Thanks, I can only group that good about 1/3 of the time :lol:

My bow was the PSE buckeye which is a youth bow. Arrows were the cabelas carbon hunters with blazer vanes and 100 gr tip. I need to get some feathers on my arrows because I think they would shoot alot better out of my recurve than with the stiff blazer vanes.


----------



## Ignition kid (Oct 7, 2008)

well I'm shoting great. when I was practicing at 50 and 60 yards before I went to mississippi I was putting my 2 practice arrows a half inch from eachother at 50 and 60 yards and this past week I was shooting at 90-95 yards with only a 70 yard pin and I had my 2 arrows about 4" apart from eachother a few times, then I would get worn out from aiming so high up (also have 2 shoot up hill kinda) that my 1st shot would be dead center and the other one lower.
and last weekend at our 3-d shoot I shot a 187 on a 20 target course, not my best day since I started out kinda not so well and then on my last 10 shots I was in the 10's and 12's from then on. and at the shoot in mississippi I won 1st place in the young adult's class on one course, 2nd place in another, and 1st place on the moving target course with a 56 out of 60 and was the highest score of all the shooters at the moving targets' course. I had a real blast there.


----------



## parkerd (Sep 30, 2010)

need-a-bow said:


> Nice shooting. I could barely get a group like that at 10 yards with my glass bow, although maybe the 2219s I was shooting threw me off a little. What bow and arrows are you shooting? I'm going to pick up a recurve as soon as I sell a few pairs of used tires(I help my uncle) and decide what bow I should get


The samick sage would be a great bow! And you can get them at cabelas and 3rivers...


----------



## Bowmaddness (Feb 3, 2009)

I'm pounding them in there.


----------



## need-a-bow (Aug 10, 2010)

parkerd said:


> The samick sage would be a great bow! And you can get them at cabelas and 3rivers...

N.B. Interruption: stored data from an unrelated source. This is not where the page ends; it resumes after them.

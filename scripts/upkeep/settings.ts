import { existsSync } from 'node:fs'
import { ConfigError, readConfig } from '~~/server/utils/config'
import type { Config } from '~~/server/utils/config'

/** What cannot be done, as one sentence for whoever looks after the server. */
export class Refused extends Error {}

/** The server's own settings, from the environment and from .env. Commands need no session secret. */
export function readSettings(): Config {
  if (existsSync('.env')) process.loadEnvFile('.env')
  return readConfig({ ...process.env, STILLWET_SESSION_SECRET: process.env.STILLWET_SESSION_SECRET || 'commands open no session, so none is needed' })
}

/** Runs a command: its line on success and 0, or one sentence and 2. */
export async function runUpkeep(work: () => string | Promise<string>): Promise<void> {
  try {
    console.log(await work())
  }
  catch (error) {
    if (!(error instanceof Refused || error instanceof ConfigError)) throw error
    console.error(error.message)
    process.exitCode = 2
  }
}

I just went to the bank ad found out that I had $111.56 from a scholarship I got in mexico but my mom saw the money and just took it out of my wallet for " school supplies" she already has $250 of my money how much more does she want? I guess now I'd better start making my own bow since all my money is gone for "supplies"


----------



## outdoorkid1 (Nov 20, 2010)

Shot a 1415 with 63 X's outa 1440 at the NFAA outdoor target nationals in Yankton,South Dakota winning 1st place in my class by having over 30+ points from the next kid down. :RockOn:


----------



## N7709K (Dec 17, 2008)

Picked up a 300 22x vegas with pins today


----------



## Aaron Groce (Oct 10, 2009)

outdoorkid1 said:


> Shot a 1415 with 63 X's outa 1440 at the NFAA outdoor target nationals in Yankton,South Dakota winning 1st place in my class by having over 30+ points from the next kid down. :RockOn:


what class?


----------



## outdoorkid1 (Nov 20, 2010)

Aaron Groce said:


> what class?


cub (12-14year olds) so I shot 50, 40, 30 20 meters. If it was the mens class than I would have beat Jesse Broadwater, but they shoot alot farther lol.


----------